Grupo Energisa abre curso gratuito para capacitação na Lei Rouanet

Nesta próxima quarta, 11 de outubro, o Grupo Energisa abre inscrições para um curso gratuito que vai oferecer capacitação e atualizações sobre as necessidades para adequar um projeto para a Lei Rouanet. O curso “Lei Federal de Incentivo à Cultura – Dominando a Lei Rouanet + Mentoria” busca potencializar produtores e gestores culturais para que utilizem sua energia criativa em ações culturais dentro de seus territórios.

Através de leis de incentivo, como a Lei Rouanet, a Energisa destina recursos para projetos de grande ou pequeno porte, que podem acontecer em grandes centros, mas também em pequenas cidades e regiões. É justamente nesses lugares menores que a riqueza cultural encontra dificuldades para se familiarizar com o sistema de incentivos fiscais. Por isso, o curso vai ser oferecido a produtores e gestores culturais de 8 estados em que há demanda reprimida para o recebimento de mais projetos: Acre, Mato Grosso, Mato Grosso do Sul, Minas Gerais, Paraíba, Sergipe, Tocantins e Rondônia.

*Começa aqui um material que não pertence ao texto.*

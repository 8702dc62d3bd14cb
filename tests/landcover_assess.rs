//! `landcover-assess` against outside references: scikit-learn 1.9.1 and scipy 1.17.1 on
//! an invented class raster, its reference raster and reference points
//! (`tests/reference/landcover_accuracy.py` → `fixtures/reference/landcover_accuracy.json`:
//! contingency table, Hungarian matching by `linear_sum_assignment`, `confusion_matrix`,
//! `cohen_kappa_score`, `adjusted_rand_score`), and the numerical example of Olofsson et
//! al. (2014, Remote Sensing of Environment 148:42, section 5) for the error-adjusted
//! areas (published figures recalled from memory, checked in the script against a
//! recomputation from the example's counts).

mod common;

use chromasift::landcover::Confusion;
use common::{fixture, run, stderr};
use serde_json::Value;
use std::path::Path;
use tiff::encoder::{colortype, TiffEncoder};
use tiff::tags::Tag;

/// Projected, pixel is area, WGS 84 / UTM 33N, metres.
const GEOKEYS: [u16; 20] = [
    1, 1, 0, 4, 1024, 0, 1, 1, 1025, 0, 1, 1, 3072, 0, 1, 32633, 3076, 0, 1, 9001,
];

fn reference() -> Value {
    let text = std::fs::read_to_string(fixture("reference/landcover_accuracy.json")).unwrap();
    serde_json::from_str(&text).unwrap()
}

fn geo_tags<W: std::io::Write + std::io::Seek, K: tiff::encoder::TiffKind>(
    enc: &mut tiff::encoder::DirectoryEncoder<'_, W, K>,
    origin: (f64, f64),
    pixel: f64,
) {
    enc.write_tag(Tag::Unknown(33550), &[pixel, pixel, 0.0][..])
        .unwrap();
    enc.write_tag(
        Tag::Unknown(33922),
        &[0.0, 0.0, 0.0, origin.0, origin.1, 0.0][..],
    )
    .unwrap();
    enc.write_tag(Tag::Unknown(34735), &GEOKEYS[..]).unwrap();
}

fn write_u8(path: &Path, w: u32, h: u32, v: &[u8], origin: (f64, f64), pixel: f64) {
    let mut enc = TiffEncoder::new(std::fs::File::create(path).unwrap()).unwrap();
    let mut img = enc.new_image::<colortype::Gray8>(w, h).unwrap();
    geo_tags(img.encoder(), origin, pixel);
    img.write_data(v).unwrap();
}

fn write_u16(path: &Path, w: u32, h: u32, v: &[u16], origin: (f64, f64), pixel: f64) {
    let mut enc = TiffEncoder::new(std::fs::File::create(path).unwrap()).unwrap();
    let mut img = enc.new_image::<colortype::Gray16>(w, h).unwrap();
    geo_tags(img.encoder(), origin, pixel);
    img.write_data(v).unwrap();
}

struct Scene {
    dir: tempfile::TempDir,
    scene: Value,
}

impl Scene {
    fn new() -> Scene {
        let r = reference();
        let scene = r["scene"].clone();
        let dir = tempfile::tempdir().unwrap();
        let (w, h) = (
            scene["width"].as_u64().unwrap() as u32,
            scene["height"].as_u64().unwrap() as u32,
        );
        let origin = (
            scene["origin"][0].as_f64().unwrap(),
            scene["origin"][1].as_f64().unwrap(),
        );
        let px = scene["pixel_m"].as_f64().unwrap();
        let ints = |k: &str| -> Vec<u64> {
            scene[k]
                .as_array()
                .unwrap()
                .iter()
                .map(|v| v.as_u64().unwrap())
                .collect()
        };
        let cls: Vec<u8> = ints("classes").iter().map(|&v| v as u8).collect();
        let rf: Vec<u16> = ints("reference").iter().map(|&v| v as u16).collect();
        write_u8(
            &dir.path().join("valley.classes.tif"),
            w,
            h,
            &cls,
            origin,
            px,
        );
        write_u16(&dir.path().join("survey.tif"), w, h, &rf, origin, px);
        let mut csv = String::from("id,x,y,label\n");
        for (i, p) in scene["points"].as_array().unwrap().iter().enumerate() {
            csv.push_str(&format!("{i},{},{},{}\n", p[0], p[1], p[2]));
        }
        std::fs::write(dir.path().join("points.csv"), csv).unwrap();
        Scene { dir, scene }
    }

    fn path(&self, name: &str) -> String {
        self.dir.path().join(name).to_str().unwrap().to_string()
    }

    fn assess(&self, extra: &[&str]) -> Value {
        let out = self.path("out");
        let classes = self.path("valley.classes.tif");
        let mut args = vec!["landcover-assess", classes.as_str(), "-o", out.as_str()];
        args.extend_from_slice(extra);
        let o = run(&args, &[]);
        assert!(o.status.success(), "{}", stderr(&o));
        let text =
            std::fs::read_to_string(self.dir.path().join("out/valley.assessment.json")).unwrap();
        serde_json::from_str(&text).unwrap()
    }
}

/// Our document against scikit-learn's figures for one matching.
fn check_against_sklearn(doc: &Value, want: &Value, matching: &str) {
    let close = |a: f64, b: f64, what: &str| assert!((a - b).abs() < 1e-12, "{what}: {a} vs {b}");
    close(
        doc["adjusted_rand_index"].as_f64().unwrap(),
        want["adjusted_rand_score"].as_f64().unwrap(),
        "adjusted Rand index",
    );
    let m = &want[matching];
    for cl in doc["cluster_labels"].as_array().unwrap() {
        let c = cl["class"].as_u64().unwrap().to_string();
        assert_eq!(
            cl["label"].as_str().unwrap(),
            m["cluster_to_label"][&c].to_string(),
            "cluster {c}"
        );
    }
    // Ours: rows = map labels; scikit-learn's: rows = reference (y_true).
    let labels: Vec<String> = want["labels"]
        .as_array()
        .unwrap()
        .iter()
        .map(|v| v.to_string())
        .collect();
    let conf = &doc["confusion"];
    let ours_labels: Vec<String> = conf["labels"]
        .as_array()
        .unwrap()
        .iter()
        .map(|v| v.as_str().unwrap().to_string())
        .collect();
    assert_eq!(ours_labels, labels);
    let sk = &m["confusion_matrix_true_rows"];
    for i in 0..labels.len() {
        for j in 0..labels.len() {
            assert_eq!(
                conf["counts"][i][j], sk[j][i],
                "cell map {i} / reference {j}"
            );
        }
    }
    close(
        doc["kappa"].as_f64().unwrap(),
        m["cohen_kappa_score"].as_f64().unwrap(),
        "kappa",
    );
    close(
        doc["overall_accuracy"].as_f64().unwrap(),
        m["accuracy"].as_f64().unwrap(),
        "accuracy",
    );
    // Producer's and user's accuracy from scikit-learn's matrix (diagonal over sums).
    for (k, pl) in doc["per_label"].as_array().unwrap().iter().enumerate() {
        let n = labels.len();
        let row_true: u64 = (0..n).map(|j| sk[k][j].as_u64().unwrap()).sum();
        let col_pred: u64 = (0..n).map(|i| sk[i][k].as_u64().unwrap()).sum();
        let hit = sk[k][k].as_f64().unwrap();
        close(
            pl["producers_accuracy"].as_f64().unwrap(),
            hit / row_true as f64,
            "producer's",
        );
        close(
            pl["users_accuracy"].as_f64().unwrap(),
            hit / col_pred as f64,
            "user's",
        );
    }
}

#[test]
fn reference_raster_figures_equal_scikit_learn() {
    let s = Scene::new();
    let survey = s.path("survey.tif");
    let want = &s.scene["raster"];
    for matching in ["hungarian", "majority"] {
        let doc = s.assess(&["--reference", survey.as_str(), "--match", matching]);
        check_against_sklearn(&doc, want, matching);
        // Map areas: every classified pixel's ground area, whether or not it has a
        // reference, as `landcover` measures it. On UTM a 30 m grid pixel covers 900 / k²
        // m² of ground, k the projection's scale, k = k0 (1 + x² / 2R²) to first order
        // (Snyder 1987, "Map Projections: A Working Manual", USGS PP 1395, §8), x the
        // distance from the central meridian (the scene's centre: 100 360 m), k0 0.9996,
        // R 6371 km.
        let pixels: u64 = s.scene["class_pixels"]
            .as_object()
            .unwrap()
            .values()
            .map(|v| v.as_u64().unwrap())
            .sum();
        assert_eq!(doc["area_unit"], "m2");
        assert_eq!(doc["area_method"], "ellipsoid-geodesic-lattice");
        let (x, r) = (100_360.0f64, 6_371_000.0f64);
        let k = 0.9996 * (1.0 + x * x / (2.0 * r * r));
        let expected = pixels as f64 * 900.0 / (k * k);
        let total = doc["areas"]["total_area"].as_f64().unwrap();
        assert!(
            ((total - expected) / expected).abs() < 1e-5,
            "{total} against {expected}"
        );
    }
    let csv = std::fs::read_to_string(s.dir.path().join("out/valley.confusion.csv")).unwrap();
    assert!(
        csv.starts_with("map \\ reference,1,2,3,4,total,users_accuracy\n"),
        "{csv}"
    );
}

#[test]
fn reference_points_figures_equal_scikit_learn() {
    let s = Scene::new();
    let points = s.path("points.csv");
    let doc = s.assess(&["--points", points.as_str()]);
    assert_eq!(doc["points_outside"], 3);
    assert_eq!(doc["units"], 80);
    check_against_sklearn(&doc, &s.scene["points_figures"], "hungarian");
}

#[test]
fn error_adjusted_areas_reproduce_olofsson_2014() {
    let r = reference();
    let o = &r["olofsson"];
    let labels: Vec<String> = o["labels"]
        .as_array()
        .unwrap()
        .iter()
        .map(|v| v.as_str().unwrap().into())
        .collect();
    let counts: Vec<Vec<u64>> = o["counts"]
        .as_array()
        .unwrap()
        .iter()
        .map(|r| {
            r.as_array()
                .unwrap()
                .iter()
                .map(|v| v.as_u64().unwrap())
                .collect()
        })
        .collect();
    let mapped: Vec<f64> = o["mapped_pixels"]
        .as_array()
        .unwrap()
        .iter()
        .map(|v| v.as_f64().unwrap())
        .collect();
    let est = Confusion { labels, counts }
        .area_estimates(&mapped)
        .unwrap();
    let c = &o["computed"];
    let rel = |a: f64, b: f64, what: &str| {
        assert!(
            (a - b).abs() <= 1e-9 * b.abs().max(1.0),
            "{what}: {a} vs {b}"
        )
    };
    for (j, e) in est.labels.iter().enumerate() {
        rel(e.area, c["area_pixels"][j].as_f64().unwrap(), "area");
        rel(
            e.area_ci95,
            c["area_ci95_pixels"][j].as_f64().unwrap(),
            "area CI",
        );
        rel(
            e.users_accuracy.unwrap(),
            c["users_accuracy"][j].as_f64().unwrap(),
            "UA",
        );
        rel(
            e.users_accuracy_ci95.unwrap(),
            c["users_accuracy_ci95"][j].as_f64().unwrap(),
            "UA CI",
        );
        rel(
            e.producers_accuracy.unwrap(),
            c["producers_accuracy"][j].as_f64().unwrap(),
            "PA",
        );
        rel(
            e.producers_accuracy_ci95.unwrap(),
            c["producers_accuracy_ci95"][j].as_f64().unwrap(),
            "PA CI",
        );
    }
    rel(
        est.overall_accuracy,
        c["overall_accuracy"].as_f64().unwrap(),
        "OA",
    );
    rel(
        est.overall_accuracy_ci95,
        c["overall_accuracy_ci95"].as_f64().unwrap(),
        "OA CI",
    );
    // The published figures (recalled from memory; see the script): deforestation
    // 235 086 ± 68 418 pixels = 21 158 ± 6 158 ha at 0.09 ha a pixel, UA 0.88 ± 0.07,
    // PA 0.75 ± 0.21, overall accuracy 0.95.
    let p = &o["recalled"];
    let d = &est.labels[0];
    assert_eq!(
        d.area.round(),
        p["deforestation_area_pixels"].as_f64().unwrap()
    );
    assert_eq!(
        d.area_ci95.round(),
        p["deforestation_area_ci95_pixels"].as_f64().unwrap()
    );
    assert_eq!(
        (d.area * 0.09).round(),
        p["deforestation_area_ha"].as_f64().unwrap()
    );
    let r2 = |x: f64| (x * 100.0).round() / 100.0;
    assert_eq!(
        r2(d.users_accuracy.unwrap()),
        p["deforestation_users_accuracy"].as_f64().unwrap()
    );
    assert_eq!(
        r2(d.producers_accuracy.unwrap()),
        p["deforestation_producers_accuracy"].as_f64().unwrap()
    );
    assert_eq!(
        r2(d.producers_accuracy_ci95.unwrap()),
        p["deforestation_producers_accuracy_ci95"].as_f64().unwrap()
    );
    assert_eq!(
        r2(est.overall_accuracy),
        p["overall_accuracy"].as_f64().unwrap()
    );
}

#[test]
fn a_reference_on_another_grid_is_refused() {
    let s = Scene::new();
    let other = s.dir.path().join("small.tif");
    write_u16(&other, 10, 10, &[1u16; 100], (600000.0, 4500000.0), 30.0);
    let shifted = s.dir.path().join("shifted.tif");
    let (w, h) = (24u32, 18u32);
    write_u16(
        &shifted,
        w,
        h,
        &vec![1u16; (w * h) as usize],
        (600030.0, 4500000.0),
        30.0,
    );
    for (f, word) in [(&other, "same grid"), (&shifted, "georeferencing")] {
        let out = s.path("refused");
        let classes = s.path("valley.classes.tif");
        let o = run(
            &[
                "landcover-assess",
                classes.as_str(),
                "--reference",
                f.to_str().unwrap(),
                "-o",
                out.as_str(),
            ],
            &[],
        );
        let e = stderr(&o);
        assert_eq!(o.status.code(), Some(2), "{e}");
        assert_eq!(e.trim_end().lines().count(), 1, "{e}");
        assert!(
            e.contains(f.file_name().unwrap().to_str().unwrap()) && e.contains(word),
            "{e}"
        );
        assert!(common::files_in(Path::new(&out)).is_empty());
    }
    let bad = s.dir.path().join("bad.csv");
    std::fs::write(&bad, "x,y,label\n600015,4499985,1\n600045,north,2\n").unwrap();
    let o = run(
        &[
            "landcover-assess",
            s.path("valley.classes.tif").as_str(),
            "--points",
            bad.to_str().unwrap(),
            "-o",
            s.path("refused").as_str(),
        ],
        &[],
    );
    let e = stderr(&o);
    assert_eq!(o.status.code(), Some(2), "{e}");
    assert!(e.contains("bad.csv") && e.contains("line 3"), "{e}");
}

O curso da Energisa vem para mostrar que conseguir esse patrocínio não é um bicho de sete cabeças. Com as informações precisas e a documentação necessária, qualquer gestor cultural pode se inscrever na lei Rouanet e dar um passo a mais para transformar seu sonho em realidade. Por meio de encontros com renomadas especialistas que são referências em suas áreas de atuação, unindo consistente formação acadêmica com intensa experiência no mercado, o curso oferecerá aos inscritos um caminho para profissionalizar e ampliar a sua capacidade na hora de buscar incentivos fiscais, desde a inscrição e aprovação dos projetos até sua gestão e adequada prestação de contas.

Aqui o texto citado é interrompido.